Cairo's Downtown Contemporary Arts Festival (D-CAF)

Cairo's Downtown Contemporary Arts Festival (D-CAF) will open, before the festival officially kicks off, a visual arts exhibition entitled "The Great Tricks From Your Future."
The exhibition, which opens 16 March, will continue until 11 April, while on 21 March, a multi-disciplinary show — an evening of mainly live performances and a video screening — will create a sense of the differing and yet complementary narratives that constitute history, and are also a force propelling us into the future.
The ongoing visual arts segment will incorporate artists showcasing their works across several rooms of the Old French Consulate.

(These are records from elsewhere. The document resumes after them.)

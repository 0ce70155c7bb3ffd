package org.shearstack.rules;

import static org.junit.jupiter.api.Assertions.assertEquals;
import static org.junit.jupiter.api.Assertions.assertThrows;
import static org.junit.jupiter.api.Assertions.assertTrue;

import java.util.List;
import org.junit.jupiter.api.Test;
import org.shearstack.design.ResolvedDesign;
import org.shearstack.profile.Profiles;
import org.shearstack.spec.BadInputException;
import org.shearstack.spec.Problem;
import org.shearstack.spec.SpecReader;

class DesignResolverTest {

    private static final Profiles PROFILES = Profiles.shipped();

    /** The resolver with the printer rules only: these specs have no supply, which the SIZE- rules need. */
    private static ResolvedDesign resolve(String yaml) {
        return DesignResolver.resolve(SpecReader.read("t.yaml", yaml).orThrow(), PROFILES,
                Engine.of(PrinterRules.rules()));
    }

    @Test
    void unknownProfileNamesListTheKnownOnes() {
        BadInputException e = assertThrows(BadInputException.class,
                () -> resolve("name: a\nprinter: generic-04\nfilament: wood\n"));
        assertEquals(List.of(
                "t.yaml:2:10: printer: expected a known printer (fine-0.25, generic-0.4, generic-0.6) or a profile file, "
                        + "found \"generic-04\"; did you mean generic-0.4?",
                "t.yaml:3:11: filament: expected a known filament (abs, asa, nylon, petg, pla) or a profile file, "
                        + "found \"wood\""),
                e.problems().stream().map(Problem::format).toList());
    }

    @Test
    void unknownHardwareIsLocatedWithTheKnownNames() {
        BadInputException e = assertThrows(BadInputException.class,
                () -> resolve("name: a\nbearings: 6088\nfasteners:\n  size: M7\nseal: o-ring 1.6 mm\n"));
        List<String> p = e.problems().stream().map(Problem::format).toList();
        assertEquals(3, p.size(), String.join("\n", p));
        assertTrue(p.get(0).startsWith("t.yaml:2:11: bearings: expected auto or a known bearing (623, 624,"), p.get(0));
        assertTrue(p.get(0).endsWith("found \"6088\"; did you mean 6008?") || p.get(0).contains("did you mean"), p.get(0));
        assertEquals("t.yaml:4:9: fasteners.size: expected a known screw size (M2, M2.5, M3, M4, M5), found \"M7\"",
                p.get(1));
        assertEquals("t.yaml:5:7: seal.size: expected an O-ring cross-section with a gland in the table "
                + "(1, 1.5, 1.78, 2, 2.5, 2.62, 3, 3.53, 5.33 mm), found 1.6 mm", p.get(2));
    }

    @Test
    void profileValuesAreSeededAndDefaultsStated() {
        ResolvedDesign d = resolve("name: a\nprinter: fine-0.25\n");
        assertEquals(0.125, d.get(ProfileKeys.LAYER_HEIGHT));
        assertEquals("printer fine-0.25", d.derivation(ProfileKeys.LAYER_HEIGHT).ruleId());
        assertEquals(101_325, d.get(SpecKeys.SUPPLY_AMBIENT));
        assertEquals(Derivation.Origin.DEFAULT, d.derivation(SpecKeys.SUPPLY_AMBIENT).origin());
        assertEquals("petg", d.text(ProfileKeys.FILAMENT_NAME));
    }

    @Test
    void printerAdjustOverridesTheProfileCompensationAndSaysSo() {
        ResolvedDesign plain = resolve("name: a\n");
        assertEquals(0.2, plain.get(PrinterRules.HOLE_COMPENSATION));
        ResolvedDesign adjusted = resolve("name: a\nprinter-adjust:\n  hole-compensation: 0.15 mm\n");
        assertEquals(0.15, adjusted.get(PrinterRules.HOLE_COMPENSATION));
        Derivation d = adjusted.derivation(PrinterRules.HOLE_COMPENSATION);
        assertEquals("PRN-HOLE-COMPENSATION", d.ruleId());
        assertTrue(d.formula().startsWith("measured on the user's printer"), d.formula());
    }

    @Test
    void minimumWallIsWholeLineWidths() {
        ResolvedDesign d = resolve("name: a\nprinter: generic-0.6\n");
        // profile min wall 1.36 mm on 0.68 mm lines: exactly 2 line widths
        assertEquals(1.36, d.get(PrinterRules.MIN_WALL), 1e-12);
        assertEquals(1.2, d.get(PrinterRules.MIN_FLOOR), 1e-12); // 0.8 mm → 3 layers of 0.3, at least 4 layers
    }

    @Test
    void specKeysMatchTheSchema() {
        var schema = org.shearstack.spec.SpecSchema.allKeys();
        assertEquals(schema.size(), SpecKeys.all().size());
        for (Key k : SpecKeys.all()) {
            assertEquals(schema.get(k.name()), k.dimension(), k.name());
        }
    }

    @Test
    void ruleCatalogOrders() {
        assertTrue(RuleCatalog.engine(PROFILES).order().size() >= 4);
    }
}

Basel Abbas (Palestine) and Ruanne Abou Rahme (USA/Palestine) will present a mixed media installation in one room and two films by projection in another room.
For his part, Egyptian artist Basim Magdy will occupy three rooms for screenings of films, slide shows, and an installation of light boxes.
The exhibition is an ongoing project in which the artists weave together seemingly unrelated events, both fact and fiction, as part their own investigation of how the radical potential of the present moment might be experienced or understood.
"The Great Tricks From Your Future" is part of a broader programme that according to the curator, Mai Abu El-Dahab, is supplemented by the live performances evening.
The elements are "brought together by a common thread; that they each develop very specific tools for inventing narratives, mixing reality and science fiction, bringing the past into the present, inventing an audio rather than spoken language, etc," Abu El-Dahab explains.
Located on Fadl Street in Cairo's downtown, the Old French Consulate is among the new venues that will host the 4th edition of the D-CAF, with the core programme expanding between 19 March and 9 April.
The festival will include a total of six segments — performing arts, urban visions, music, visual arts, film, and special events — each filled with a variety of artistic elements.